The saga is not entirely Balsillie’s fault; surely the league has to take some of the blame, what with the way it reacted to initial reports of problems in the desert and even the way it continues to conduct its business concerning the team. (On Sunday, the league essentially submarined the very idea of a viable Phoenix franchise by saying in regards to a relocation fee, “the notion that a team in Hamilton would be worth only $11.2 million to $12.9 million more than a team in Phoenix is patently absurd.”)
Balsillie’s means to his desired end have done nothing but tarnish the reputation of the NHL – my NHL, your NHL, every hockey fan’s NHL. And for that I have not even a modicum of sympathy for the RIM magnate.
The latest maneuver in his ill-conceived stab at gaining control of the Coyotes is to essentially pay off the city of Glendale. Balsillie’s lawyers admit Glendale will suffer “significant damages” if the Coyotes leave town, but hope the short-term gain of $40-50 million will assuage the city enough to get it on Balsillie’s side, along with current Coyotes owner Jerry Moyes.
No matter how many ducks Balsillie manages to get in a row, does any reasonable person believe any entity other than the NHL should be able to control where the league’s teams play?

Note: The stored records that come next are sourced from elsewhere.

//! Where the sunlight on a basin still's cover goes, hour by hour: reflected by the cover,
//! absorbed in it, lost to dust and condensate, caught by the inner walls, reflected by the
//! water surface, absorbed in the brine or on the liner, or reflected back out.
//!
//! Everything here is computed once per weather record (never inside a Newton iteration)
//! and is a pure function of the geometry, the materials and the sun.

use crate::physics::irradiance::PlaneIrradiance;
use crate::physics::optics::{
    WATER_REFRACTIVE_INDEX, brine_absorbed_fraction, cover_optics,
    diffuse_equivalent_incidence_rad, refraction_angle_rad, water_surface_reflectance,
};
use crate::physics::sun::SunPosition;

/// Cross-section of a single-slope enclosure, the part above the brine surface.
///
/// The basin floor is `width_m` deep (front to back) and `length_m` long. The cover rises
/// from the top of the front wall to the top of the back wall at `tilt_rad`, so the back wall
/// is `width · tan(tilt)` taller than the front wall. Heights are measured from the brine
/// surface, i.e. the wall heights less the brine depth.
#[derive(Debug, Clone, Copy, PartialEq)]
pub struct Enclosure {
    /// Front-to-back size of the basin W \[m\].
    pub width_m: f64,
    /// Length along the cover's lower edge L \[m\].
    pub length_m: f64,
    /// Cover tilt β \[rad\].
    pub tilt_rad: f64,
    /// Front wall above the brine h_f \[m\] (≥ 0).
    pub front_above_brine_m: f64,
}

impl Enclosure {
    /// Back wall above the brine h_b = h_f + W·tan β \[m\].
    pub fn back_above_brine_m(&self) -> f64 {
        self.front_above_brine_m + self.width_m * self.tilt_rad.tan()
    }

    /// Mean height of the cover above the brine \[m\] (the mean vapour path).
    pub fn mean_gap_m(&self) -> f64 {
        0.5 * (self.front_above_brine_m + self.back_above_brine_m())
    }

    /// Area of the inner walls above the brine: front, back and the two trapezoidal end
    /// walls \[m²\].
    pub fn wall_area_m2(&self) -> f64 {
        let hf = self.front_above_brine_m;
        let hb = self.back_above_brine_m();
        (hf + hb) * self.length_m + (hf + hb) * self.width_m
    }
}

/// Share of the beam entering through the cover that reaches the brine surface rather than
/// an inner wall [-].
///
/// Derivation (2-D ray geometry in the still's cross-section, our own): take x from the front
/// wall (x = 0) to the back wall (x = W); the cover is at height h(x) = h_f + x·tan β above
/// the brine. With the sun's direction split into a component toward the front
/// s_f = sin θz·cos(γs − γc), along the length s_l = sin θz·sin(γs − γc) and vertical
/// s_z = cos θz, a ray entering at x lands at x′ = x + h(x)·k with k = s_f/s_z. For k > 0
/// (sun in front) rays with x′ > W hit the back wall; the rays reaching the brine are those
/// entering at x ≤ (W − h_f k)/(1 + k tan β). For k < 0 (sun behind the vertical, e.g. a
/// high summer sun at low latitude) rays with x′ < 0 hit the front wall: x ≥ −h_f k/(1 + k
/// tan β). The beam crosses the cover uniformly in x, so the share is the length of the
/// landing range over W. The end walls take a further share h̄·|s_l|/(s_z·L) with h̄ the mean
/// cover height (the two directions treated as independent, a simplification).
///
/// * `geom` — the enclosure; `sun` — sun position; `cover_azimuth_rad` — direction the cover
///   faces γc \[rad\], clockwise from north
///
/// Returns the share in 0…1 (0 when the sun is down). Notes: 1 + k·tan β > 0 exactly when the
/// sun is in front of the cover plane (cos θ > 0 in the cross-section); otherwise no beam
/// enters and 0 is returned.
pub fn beam_brine_share(geom: &Enclosure, sun: SunPosition, cover_azimuth_rad: f64) -> f64 {
    let s_z = sun.zenith_rad.cos();
    if s_z <= 1e-6 || geom.width_m <= 0.0 {
        return 0.0;
    }
    let d_az = sun.azimuth_rad - cover_azimuth_rad;
    let s_f = sun.zenith_rad.sin() * d_az.cos();
    let s_l = sun.zenith_rad.sin() * d_az.sin();
    let k = s_f / s_z;
    let t = geom.tilt_rad.tan();
    let slope = 1.0 + k * t;
    if slope <= 1e-9 {
        return 0.0;
    }
    let w = geom.width_m;
    let hf = geom.front_above_brine_m.max(0.0);
    let landing = if k >= 0.0 {
        ((w - hf * k) / slope).clamp(0.0, w)
    } else {
        (w - (-hf * k / slope)).clamp(0.0, w)
    };
    let across = landing / w;
    let end = if geom.length_m > 0.0 {
        (geom.mean_gap_m() * s_l.abs() / (s_z * geom.length_m)).clamp(0.0, 1.0)
    } else {
        1.0
    };
    across * (1.0 - end)
}

/// Share of diffuse light entering through the cover that reaches the brine surface [-].
///
/// Hottel's crossed-strings rule for two-dimensional enclosures (Modest, *Radiative Heat
/// Transfer*, 3rd ed., §4.5; from memory): F_cover→brine = [(d₁ + d₂) − (h_f + h_b)]/(2c),
/// with diagonals d₁ = √(W² + h_f²), d₂ = √(W² + h_b²) and cover width c = W/cos β.
///
/// * `geom` — the enclosure
///
/// Notes: the light entering through the cover is taken as diffuse (isotropic) inside; the
/// end walls are ignored here (2-D), which over-states the share by at most h̄/L.
pub fn diffuse_brine_share(geom: &Enclosure) -> f64 {
    let w = geom.width_m;
    if w <= 0.0 {
        return 0.0;
    }
    let hf = geom.front_above_brine_m.max(0.0);
    let hb = geom.back_above_brine_m().max(0.0);
    let c = w / geom.tilt_rad.cos();
    let d1 = (w * w + hf * hf).sqrt();
    let d2 = (w * w + hb * hb).sqrt();
    (((d1 + d2) - (hf + hb)) / (2.0 * c)).clamp(0.0, 1.0)
}

/// Transmittance lost to condensate on a cover's underside [-] (share still passed).
///
/// Common practice, no source: a continuous film (wettable glass) passes about 0.97 of the
/// light, what it stops being absorbed in the water film (counted with the cover); drops
/// (most plastics) pass about 0.85, what they stop being scattered back out.
pub fn condensate_transmittance(drops: bool) -> f64 {
    if drops { 0.85 } else { 0.97 }
}

/// Share of the condensate that still reaches the trough when it forms drops rather than a
/// film [-]: drops on a non-wetting (most plastic) cover grow until they fall back into the
/// basin instead of running down to the trough, on top of the design's collection efficiency.
/// Common practice, no source (0.85); a wetting film runs off and loses nothing extra (1.0).
pub fn condensate_collection_factor(drops: bool) -> f64 {
    if drops { 0.85 } else { 1.0 }
}

/// Which optional optical loss paths apply.
#[derive(Debug, Clone, Copy, PartialEq)]
pub struct OpticsSwitches {
    /// Angle-dependent cover and water reflection (off: normal-incidence values).
    pub angle_reflection: bool,
    /// Dust on the cover.
    pub soiling: bool,
    /// Condensate on the cover.
    pub condensate: bool,
    /// Walls intercepting light.
    pub walls: bool,
}

/// Everything fixed about a still's optics, precomputed once.
#[derive(Debug, Clone, Copy, PartialEq)]
pub struct StillOptics {
    /// Enclosure geometry.
    pub geom: Enclosure,
    /// Direction the cover faces γc \[rad\].
    pub cover_azimuth_rad: f64,
    /// Cover area \[m²\].
    pub cover_area_m2: f64,
    /// Cover refractive index [-], extinction [m⁻¹] and thickness \[m\].
    pub cover_n: f64,
    /// Cover extinction coefficient K [m⁻¹].
    pub cover_k_per_m: f64,
    /// Cover thickness \[m\].
    pub cover_thickness_m: f64,
    /// Dust transmittance [-].
    pub soiling_transmittance: f64,
    /// Condensate forms drops (true) or a film (false).
    pub condensate_drops: bool,
    /// Liner solar absorptance [-] (also used for the inner walls).
    pub liner_absorptance: f64,
    /// Brine depth \[m\].
    pub depth_m: f64,
    /// Switches.
    pub switches: OpticsSwitches,
}

/// Where one record's sunlight on the cover goes [W], totals for the whole still.
#[derive(Debug, Clone, Copy, Default, PartialEq)]
pub struct SunlightSplit {
    /// Incident on the cover (plane of array × cover area).
    pub incident_w: f64,
    /// Entering the enclosure through the cover (after dust and condensate).
    pub entering_w: f64,
    /// Absorbed by the cover (and its condensate film).
    pub cover_w: f64,
    /// Absorbed by the brine.
    pub brine_w: f64,
    /// Absorbed by the liner.
    pub liner_w: f64,
    /// Absorbed by the inner walls.
    pub walls_w: f64,
    /// Lost: reflected by cover, dust and drops, water surface, walls and liner.
    pub lost_w: f64,
}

No other franchise-based business – McDonald’s, Home Depot, whatever – allows rogue owners to put restaurants or stores wherever they please – and especially not within direct-competition range of current franchises.
Balsillie’s antics – and that’s really the best word I have for them – while trying to gain control of the Coyotes likely have burned too many NHL bridges now to ever allow him membership. But if there is any hope he can be granted control of a franchise, I hope he changes tactics.
If Balsillie dropped his pursuit of the Coyotes, privately apologized to the league, the board of governors and all of the other owners – especially Eugene Melnyk – for his machinations, maybe when the NHL seriously considers expanding or moving another team to Hamilton, Toronto or wherever in Ontario, he’ll be allowed to put forth a bid.
Maybe if he stays quiet when this is all said and done and doesn’t set his sights on whichever economically-challenged franchise next comes down the pipe – Tampa, the Islanders, Atlanta (if that ownership mess is ever solved) – with his I’m-a-billionaire-and-can-do-whatever-I-want attitude, he’ll actually be handed a team; treated as a savior, even.
Maybe. Not likely, but maybe.
Most importantly, let’s all hope however the Phoenix situation is resolved, it ends quickly. What we don’t want is for this to drag on into the season any more than it already will.
Lets just get back to playing hockey, already.